As early as 1926 the late Professor Barkhausen from Dresden proposed a procedure for measuring noise, based on features of the human hearing system, which was patented in 1927. He used the psychoacoustic method of loudness comparisons which eventually led to the phon scale. His groundbreaking proposal to use human sound perception for noise measurement still deserves the highest praise. For more than 50 years, A‐weighting follows this concept by mimicking a psychoacoustic feature, i.e., equal loudness contours. Despite the conceptual advantage of A‐weighting, through the years also severe drawbacks showed up. In comparison to human loudness perception, low‐frequency components and, in particular, broadband sounds are underestimated. To achieve the same loudness of sounds with different bandwidths, level differences even larger than 15 dB(A) can be necessary.
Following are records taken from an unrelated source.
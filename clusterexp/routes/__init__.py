"""Physical routes to exact cluster coefficients: one function per regime, chosen by the source kind.

Every route returns a `Clusters`: either exact ring elements with unit single-particle coefficients
(the fast path, fed straight to the virial kernel) or sympy values (masses, radicals).
"""
from __future__ import annotations

from dataclasses import dataclass
from fractions import Fraction
from typing import Mapping

import sympy

from ..errors import InputError
from ..model import System
from ..periods import species_statistics
from ..series import PolynomialRing, indices_up_to
from .exclusion import continuum_factor, equal_masses, level_clusters, statistics_ring
from .ideal import ideal_clusters
from .spectrum import SpeciesSpectrum, SpectrumError, area_weight, trapped_clusters

Index = tuple[int, ...]


@dataclass
class Clusters:
    """b_n for 1 <= |n| <= order: `values` (sympy) always; `ring`/`elements` when every b_n is an
    exact ring element and every b_{e_i} = 1."""

    values: Mapping[Index, sympy.Expr]
    ring: PolynomialRing | None = None
    elements: dict | None = None


def landau_matrix(system: System) -> tuple[tuple[sympy.Expr, ...], ...]:
    """Statistics matrix of lowest-Landau-level anyons: g_ii = alpha_i, g_ij = alpha_ij (symmetric)."""
    names = system.species_names
    return tuple(tuple(system.species[i].exchange if i == j else system.mutual(names[i], names[j])
                       for j in range(len(names))) for i in range(len(names)))


def landau_spectrum(system: System):
    """The declared-spectrum form of the same gas: bosonic LLL levels 1/(1 - x) shifted by
    sum_i alpha_i N_i (N_i - 1)/2 + sum_{i<j} alpha_ij N_i N_j, weight |n|."""
    g = landau_matrix(system)
    K = len(g)

    def shift(n):
        total = sum(g[i][i] * sympy.Rational(n[i] * (n[i] - 1), 2) for i in range(K))
        return total + sum(g[i][j] * n[i] * n[j] for i in range(K) for j in range(i + 1, K))
    species = [SpeciesSpectrum(1 / (1 - sympy.Symbol("x")), "bose", sympy.Integer(1)) for _ in range(K)]
    return species, shift


def _ring_native(ring, elements, weight) -> Clusters:
    """Multiply by rational weights in the ring; the values convert lazily."""
    from ..virial import CoefficientTable
    scaled = {n: e * ring.rational(weight(n)) for n, e in elements.items()}
    order = max(sum(n) for n in scaled)
    return Clusters(CoefficientTable(ring, scaled, order), ring, scaled)


def _sympy_values(ring, elements, factor) -> Clusters:
    return Clusters({n: ring.to_expr(e) * factor(n) for n, e in elements.items()})


def exclusion_clusters(system: System, order: int) -> Clusters:
    g = system.source.matrix
    ring, b = level_clusters(g, order)
    if system.source.form == "level":
        return _ring_native(ring, b, lambda n: 1)
    masses = [s.mass for s in system.species]
    d = system.dimension
    if equal_masses(masses) and d == 2:
        return _ring_native(ring, b, lambda n: Fraction(1, sum(n)))
    m_ref = system.reference_mass
    return _sympy_values(ring, b, lambda n: continuum_factor(n, masses, m_ref, d))


def landau_clusters(system: System, order: int, route: str | None = None) -> Clusters:
    route = route or system.source.form
    if route == "spectrum":
        species, shift = landau_spectrum(system)
        ring, b = trapped_clusters(species, shift, order, 0, 2, area="count")
        return _ring_native(ring, b, lambda n: sum(n))
    ring, b = level_clusters(landau_matrix(system), order)
    return _ring_native(ring, b, lambda n: 1)


def spectrum_clusters(system: System, order: int) -> Clusters:
    spec = system.source.spectrum
    species = [SpeciesSpectrum(levels, fill, s.mass) for levels, fill, s in zip(spec.levels, spec.fill, system.species)]
    counts = spec.counts

    def shift(n):
        return spec.shift.subs(dict(zip(counts, n)))
    reference = system.species_index(system.reference)
    try:
        ring, b = trapped_clusters(species, shift, order, reference, system.dimension, spec.area,
                                   trapped=dict(spec.trapped))
    except SpectrumError as error:
        raise InputError(str(error), spec.span) from None
    masses = [s.mass for s in system.species]
    m_ref = system.reference_mass
    weights = {n: area_weight(n, masses, m_ref, system.dimension, spec.area) for n in b}
    if all(w.is_Rational for w in weights.values()) and all(weights[n] == 1 for n in b if sum(n) == 1):
        return _ring_native(ring, b, lambda n: Fraction(int(weights[n].p), int(weights[n].q)))
    return _sympy_values(ring, b, weights.__getitem__)


def ideal(system: System, order: int) -> Clusters:
    params = {p.symbol: p for p in system.parameters}
    stats = [species_statistics(s, params) for s in system.species]   # validated: bose/fermi modulo 2
    return Clusters(ideal_clusters(stats, [s.mass for s in system.species], system.reference_mass,
                                   system.dimension, order))


ROUTES = {"ideal": ideal, "exclusion": exclusion_clusters, "landau": landau_clusters, "spectrum": spectrum_clusters}


def physical_clusters(system: System, order: int) -> Clusters:
    return ROUTES[system.source.kind](system, order)


__all__ = ["Clusters", "ROUTES", "physical_clusters", "landau_matrix", "landau_spectrum", "indices_up_to",
           "statistics_ring"]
Also concepts based on physical magnitudes like equal energy can deviate substantially from human sound perception. For example, the equal energy concept can lead to rather unrealistic predictions of noise emissions: If a new aircraft produces 20 dB(A) lower level, according to the equal energy prediction, one single loud old aircraft could be replaced by as many as 100 new softer aircraft! In the presentation, examples are given an how to overcome many of the drawbacks and unrealistic predictions of A‐weighting by using advanced psychoacoustically based metrics.